Putting memory control on-chip
Aware that the limitations in today's multiprocessing schemes are quickly becoming a drawback, Sun developed a new approach with its next-generation microprocessor. The UltraSparc III, built in 0.18-micron CMOS, is a 64-bit processor designed to deliver 750-MHz performance. The UltraSparc III processor incorporates new capabilities that enable systems to quickly expand from just a few processors to hundreds without having to rewrite applications or use extensive additional circuitry.
Employing a methodology devised by Sun called Scalable Shared Memory (SSM), the UltraSparc III processor eliminates the need for an external memory controller. It does this by placing the memory controller on the processor itself so it can talk directly to the memory. As a result, memory size and performance naturally scale with additional processors because each and every one contains an on-chip memory controller. This also makes it possible for memory to be interleaved across as many processors as required.

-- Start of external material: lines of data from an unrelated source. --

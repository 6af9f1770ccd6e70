import { useState } from 'react';
import { useParams } from 'react-router-dom';
import { useCompounds } from '../../api/desk/compounds';
import { useReleaseRevision, useSaveDraft, useSpec } from '../../api/desk/specs';
import type { CompoundRecord, DeskSpecBody, DeskSpecDetail } from '../../api/desk/types';
import { DeskLayout } from '../../components/desk/DeskLayout';
import { QueryState } from '../../components/desk/QueryState';
import { RevisionList } from '../../components/desk/spec/RevisionList';
import { revisionState } from '../../components/desk/spec/revisions';
import { SpecEditor } from '../../components/desk/spec/SpecEditor';
import {
  fieldsFromBody,
  NEW_SPEC_FIELDS,
  type SpecFields,
} from '../../components/desk/spec/specForm';
import { ErrorAlert } from '../../components/desk/ErrorAlert';

/** What the editor shows: a stored revision, or a new draft started from one (or from scratch). */
type Editing = { kind: 'stored'; revisionId: string } | { kind: 'new'; from: SpecFields };

function latest(spec: DeskSpecDetail) {
  return [...spec.revisions].sort((a, b) => b.revision - a.revision)[0];
}

function DraftActions({
  spec,
  revisionId,
  body,
  onSaved,
}: {
  spec: DeskSpecDetail;
  revisionId?: string;
  body: DeskSpecBody | null;
  onSaved(revisionId: string): void;
}) {
  const save = useSaveDraft(spec.id);
  const release = useReleaseRevision(spec.id);
  const [confirming, setConfirming] = useState(false);
  const busy = save.isPending || release.isPending;
  const error = save.error ?? release.error;

  async function saveDraft() {
    if (!body) return null;
    const saved = await save.mutateAsync({ revisionId, body });
    onSaved(saved.id);
    return saved.id;
  }

  async function saveAndRelease() {
    const id = await saveDraft();
    if (id) await release.mutateAsync(id);
    setConfirming(false);
  }

  return (
    <div className="desk-card">
      {error && <ErrorAlert>The server refused: {error.message}</ErrorAlert>}
      {confirming ? (
        <>
          <p>
            Releasing freezes this revision with the compound's current constants. Tablets pull it
            and every new lot of {spec.partNumber} is checked against it; the revision in use now
            becomes superseded.
          </p>
          <div className="desk-actions">
            <button
              type="button"
              className="desk-primary"
              disabled={busy || !body}
              onClick={() => void saveAndRelease()}
            >
              Release it
            </button>
            <button type="button" onClick={() => setConfirming(false)}>
              Not yet
            </button>
          </div>
        </>
      ) : (
        <div className="desk-actions">
          <button type="button" disabled={busy || !body} onClick={() => void saveDraft()}>
            {revisionId ? 'Save draft' : 'Save as a new draft'}
          </button>
          <button
            type="button"
            className="desk-primary"
            disabled={busy || !body}
            onClick={() => setConfirming(true)}
          >
            Release…
          </button>
        </div>
      )}
    </div>
  );
}

function Spec({ spec, compounds }: { spec: DeskSpecDetail; compounds: CompoundRecord[] }) {
  const newest = latest(spec);
  const [editing, setEditing] = useState<Editing>(
    newest ? { kind: 'stored', revisionId: newest.id } : { kind: 'new', from: NEW_SPEC_FIELDS },
  );
  const stored =
    editing.kind === 'stored' ? spec.revisions.find((r) => r.id === editing.revisionId) : undefined;
  const state = stored ? revisionState(spec, stored) : 'draft';
  const readOnly = state !== 'draft';
  const editorKey = stored ? stored.id : `new-${newest?.id ?? 'first'}`;
  const initial = stored
    ? fieldsFromBody(stored.body)
    : editing.kind === 'new'
      ? editing.from
      : null;
  const hasDraft = spec.revisions.some((r) => r.status === 'draft');

  return (
    <>
      <div className="desk-row desk-row--between">
        <h1>
          {spec.partNumber} · {spec.name}
        </h1>
        {!hasDraft && newest && (
          <button
            type="button"
            className="desk-primary"
            onClick={() =>
              setEditing({ kind: 'new', from: { ...fieldsFromBody(newest.body), note: '' } })
            }
          >
            Start revision {newest.revision + 1}
          </button>
        )}
      </div>
      {spec.description && <p className="desk-muted">{spec.description}</p>}
      <RevisionList
        spec={spec}
        compounds={compounds}
        selectedId={stored?.id ?? null}
        onSelect={(revisionId) => setEditing({ kind: 'stored', revisionId })}
      />
      <h2>
        {stored ? `Revision ${stored.revision}` : `New revision ${(newest?.revision ?? 0) + 1}`} ·{' '}
        {state}
      </h2>
      {initial === null ? (
        <p className="desk-muted">Fetching the revision…</p>
      ) : (
        <SpecEditor
          key={editorKey}
          initial={initial}
          compounds={compounds}
          readOnly={readOnly}
          frozenFit={readOnly ? stored?.fit : undefined}
          actions={(body) =>
            readOnly ? null : (
              <DraftActions
                spec={spec}
                revisionId={stored?.id}
                body={body}
                onSaved={(revisionId) => setEditing({ kind: 'stored', revisionId })}
              />
            )
          }
        />
      )}
    </>
  );
}

/** One part spec: its revisions and the editor with everything derived from it. */
export default function SpecPage() {
  const { specId } = useParams();
  const spec = useSpec(specId);
  const compounds = useCompounds();
  return (
    <DeskLayout title="Part spec">
      <QueryState query={spec} what="the part spec">
        {(data) => (
          <QueryState query={compounds} what="the compounds">
            {(list) => <Spec spec={data} compounds={list} />}
          </QueryState>
        )}
      </QueryState>
    </DeskLayout>
  );
}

With this elegant approach to multiprocessing, there is no need for multiple groups of processors and therefore no latency penalty. Although latency does increase as processors are added in an UltraSparc III multiprocessing system, it is much more gradual. In very large systems, the difference in latency between the traditional approach and an SSM system can be dramatic.
Sun also developed a way to gracefully extend beyond a single snooping coherence domain while maintaining a single memory image-programming model. Instead of a directory, a few bits in each of the DRAM memories are used to indicate if the memory is local to a node or being used remotely. As memory is added, this distributed type of directory expands naturally. Anywhere from four to 28 processors can be included in the local virtual memory.

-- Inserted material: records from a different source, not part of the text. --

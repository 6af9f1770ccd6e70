import { useState } from 'react';
import { Link, useParams } from 'react-router-dom';
import { useCompound, useSaveFit } from '../../api/desk/compounds';
import type { CompoundDetail } from '../../api/desk/types';
import { DeskLayout } from '../../components/desk/DeskLayout';
import { FitActions } from '../../components/desk/fit/FitActions';
import type { FitOutcome } from '../../components/desk/fit/fitJob';
import { FitPlots } from '../../components/desk/fit/FitPlots';
import { FitSetup, type FitRequest } from '../../components/desk/fit/FitSetup';
import { FitTable } from '../../components/desk/fit/FitTable';
import { BUILT_IN_CHOICES, formulaChoice } from '../../components/desk/fit/modelChoices';
import { runFits } from '../../components/desk/fit/runFits';
import { StabilityTable } from '../../components/desk/fit/StabilityTable';
import { useFormulaLibrary } from '../../components/desk/formula/formulaLibrary';
import { QueryState } from '../../components/desk/QueryState';

interface Run {
  request: FitRequest;
  outcomes: FitOutcome[];
}

function Workbench({ compound }: { compound: CompoundDetail }) {
  const { formulas } = useFormulaLibrary();
  const save = useSaveFit(compound.id);
  const [busy, setBusy] = useState(false);
  const [run, setRun] = useState<Run | null>(null);
  const choices = [...BUILT_IN_CHOICES, ...formulas.map(formulaChoice)];

  async function fit(request: FitRequest) {
    setBusy(true);
    const outcomes = await runFits(
      request.choices.map((choice) => ({
        label: choice.label,
        options: {
          model: choice.start(request.data),
          data: request.data,
          objective: request.objective,
          weights: request.weights,
        },
      })),
    );
    setRun({ request, outcomes });
    setBusy(false);
  }

  if (compound.testSets.length === 0) {
    return (
      <p className="desk-callout desk-callout--warn">
        {compound.code} has no test data yet.{' '}
        <Link to={`/desk/compounds/${compound.id}`}>Bring in a lab file</Link> first.
      </p>
    );
  }
  const fitted =
    run?.outcomes.flatMap((o) =>
      'result' in o ? [{ label: o.label, model: o.result.model }] : [],
    ) ?? [];
  return (
    <>
      <FitSetup
        testSets={compound.testSets}
        choices={choices}
        busy={busy}
        onFit={(request) => void fit(request)}
      />
      {run && (
        <>
          <FitPlots data={run.request.data} fits={fitted} />
          <h2>Constants and fit quality</h2>
          <FitTable outcomes={run.outcomes} />
          <h2>Material stability</h2>
          <StabilityTable outcomes={run.outcomes} />
          <FitActions
            outcomes={run.outcomes}
            fitFor={(outcome) => ({
              model: outcome.result.model,
              testSetIds: run.request.testSets.map((s) => s.id),
              objective: run.request.objective,
              ...(Object.keys(run.request.weights).length ? { weights: run.request.weights } : {}),
            })}
            onSave={(fit, publishNote) => save.mutateAsync({ fit, publishNote })}
          />
        </>
      )}
    </>
  );
}

/** Fit one or several models to a compound's tests, compare them, publish the one to use. */
export default function FitPage() {
  const { compoundId } = useParams();
  const compound = useCompound(compoundId);
  return (
    <DeskLayout title="Fit models">
      <QueryState query={compound} what="the compound">
        {(data) => (
          <>
            <div className="desk-row desk-row--between">
              <h1>Fit models · {data.code}</h1>
              <Link className="desk-button" to={`/desk/compounds/${data.id}`}>
                Back to {data.code}
              </Link>
            </div>
            <Workbench compound={data} />
          </>
        )}
      </QueryState>
    </DeskLayout>
  );
}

Because it only records whether the memory is being used locally or not, this is not a full memory directory like the type used in traditional multiprocessing systems. To deal with memory accesses that are not local, an SSM agent is employed to determine exactly where data is stored. For example, when a processor checks to see if its immediate memory is available, it might find it is not. It would then reroute the request to the SSM agent, which looks for available memory within its particular segment. If the agent cannot find the memory, it does a broadcast to all the DRAMs in the system to see it they have any free. Although this may seem complex, remember that up to 28 processors can be in a segment, so these remote memory requests do not occur often.
The UltraSparc III processor's on-chip memory controller enables end users to quickly expand compute resources where and when they need them-a major boon, especially to Web-based businesses. With little effort, additional processors can be added without requiring an application rewrite and without being penalized by major increases in memory latency. Consequently, everything that can run on traditional multiprocessing platforms can run even better on a multiprocessing system with SSM.
Instead of having to purchase a new server when it needs more compute resources, a company can simply add the amount of processing power required. Freed from the burden of having to rewrite their code as they grow, Web-based businesses can reap the full benefits of the anticipated spectacular growth in e-commerce that lies ahead.